About this exercise: Reproduce the entries below exactly, but only from the line containing "runs: number[];" to the line containing "fromNetwork: number;", inclusive.

[Opening Data section section]

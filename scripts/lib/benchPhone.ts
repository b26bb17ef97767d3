/**
 * The app on a phone: headless chromium at a phone viewport, the CPU slowed 4x
 * (Emulation.setCPUThrottlingRate) and the network slowed to a weak mobile signal (150 ms round
 * trip, 1.6 Mbit/s down and up: Network.emulateNetworkConditions), both through the DevTools
 * protocol on the page.
 *
 * 1. Time until a screen is usable, from the navigation's start (performance.now() in the page,
 *    recorded by a MutationObserver the bench injects before the app's own scripts run):
 *    - the level walk (/jobs/:jobId/levels/:levelId/walk): the first unit's row, the link the
 *      inspector taps first, is in the page and visible;
 *    - the finding form (/jobs/:jobId/findings/new?levelId=...): its first input, the defect type
 *      <select>, is visible and enabled.
 *    Cold: a new browser context (empty HTTP cache, no service worker, no kept query cache) with
 *    only the session cookie. Warm: a second page in the same context once the service worker
 *    controls it (the app shell precached, scripts/lib/pwa.ts), as when the app is opened again.
 * 2. The JavaScript each load needed until it was usable: the script responses' transfer over
 *    the network (encodedDataLength from Network.loadingFinished: gzip body plus headers; 0 for
 *    what the service worker or the HTTP cache answered), and their size uncompressed (each
 *    script address fetched once without gzip).
 * 3. Photo bytes: a 12-megapixel noise JPEG (4000×3000) picked through the finding form's file
 *    input with the network off, so the form's own downscale (components/photos) runs and the
 *    finding waits in the outbox; the photo's bytes are read from the queued record in IndexedDB
 *    (exactly what the upload carries), then the network comes back (still slowed) and the time
 *    until the outbox is empty is the upload of the finding with its photo over the weak link.
 *
 * The service worker's own fetches (precaching the shell after the first load) run in the worker,
 * which the page's network conditions do not slow: they compete with the page only for the CPU.
 */
import fs from 'node:fs';
import os from 'node:os';
import { chromium, type Browser, type BrowserContext, type CDPSession, type Page } from 'playwright-core';
import { noisePhoto, OUTBOX_COUNT, until } from './benchPage';

export const PHONE = {
  viewport: { width: 390, height: 844 },
  cpuSlowdown: 4,
  /** Round trip added to every request, ms. */
  latencyMs: 150,
  /** Down and up, kbit/s. */
  downKbps: 1600,
  upKbps: 1600,
} as const;

export const TARGETS = { coldMs: 3000, warmMs: 1000 } as const;

/** The first thing the user taps on each screen (a CSS selector on the web build's data-testid). */
export const USABLE = {
  walk: '[data-testid="level-walk-units"] a[href], [data-testid="level-walk-units"] [role="link"]',
  form: '[data-testid="finding-form-item"]',
} as const;

export interface Spread {
  runs: number[];
  median: number;
  max: number;
}

export interface ScriptBytes {
  /** Script responses the load used. */
  files: number;
  /** How many of them came over the network (not the service worker or the HTTP cache). */
  fromNetwork: number;
  /** Bytes over the network: gzip bodies plus headers. */
  transferBytes: number;
  /** The same scripts uncompressed. */
  rawBytes: number;
}

/** Where a load's time went, ms from the navigation's start (medians over the runs). */
export interface Phases {
  /** The last script in (downloaded, or answered by the service worker). */
  scriptsMs: number;
  /** The app's first API request: the scripts have run far enough to ask for data. */
  firstApiMs: number;
  /** The last API answer before the screen was usable. */
  apiDoneMs: number;
}

/** One resource timing entry: [address, initiator type, start, response end]. */
export type ResourceEntry = [string, string, number, number];

export interface ScreenFigures {
  screen: 'walk' | 'form';
  label: string;
  path: string;
  /** What "usable" waits for. */
  usableWhen: string;
  cold: Spread;
  warm: Spread;
  jsCold: ScriptBytes;
  jsWarm: ScriptBytes;
  coldPhases: Phases;
  warmPhases: Phases;
}

export interface PhotoFigures {
  width: number;
  height: number;
  /** The picked JPEG. */
  pickedBytes: number;
  /** The photo in the queued upload, after the form's downscale. */
  uploadBytes: number;
  /** Pick until the thumbnail shows (decode, downscale, encode) at the slowed CPU. */
  prepareMs: number;
  /** Back online until the outbox is empty: the finding and its photo sent over the slow link. */
  uploadMs: number;
}

export interface PhoneFigures {
  conditions: typeof PHONE;
  targets: typeof TARGETS;
  runs: number;
  screens: ScreenFigures[];
  photo: PhotoFigures | null;
  /** Why the photo measure has no figures (it failed; the screens still count). */
  photoError?: string;
  /** How busy the machine was: the 1-minute load average at the start and the end, and its cores. */
  machine: { loadStart: number; loadEnd: number; cores: number };
}

// ---------------------------------------------------------------------------------------------
// Figures (pure)
// ---------------------------------------------------------------------------------------------

export function median(values: readonly number[]): number {
  if (values.length === 0) return NaN;
  const sorted = [...values].sort((a, b) => a - b);
  const mid = sorted.length >> 1;
  return sorted.length % 2 ? sorted[mid]! : (sorted[mid - 1]! + sorted[mid]!) / 2;
}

[Closing Data section section]

Result:
  runs: number[];
  median: number;
  max: number;
}

export interface ScriptBytes {
  /** Script responses the load used. */
  files: number;
  /** How many of them came over the network (not the service worker or the HTTP cache). */
  fromNetwork: number;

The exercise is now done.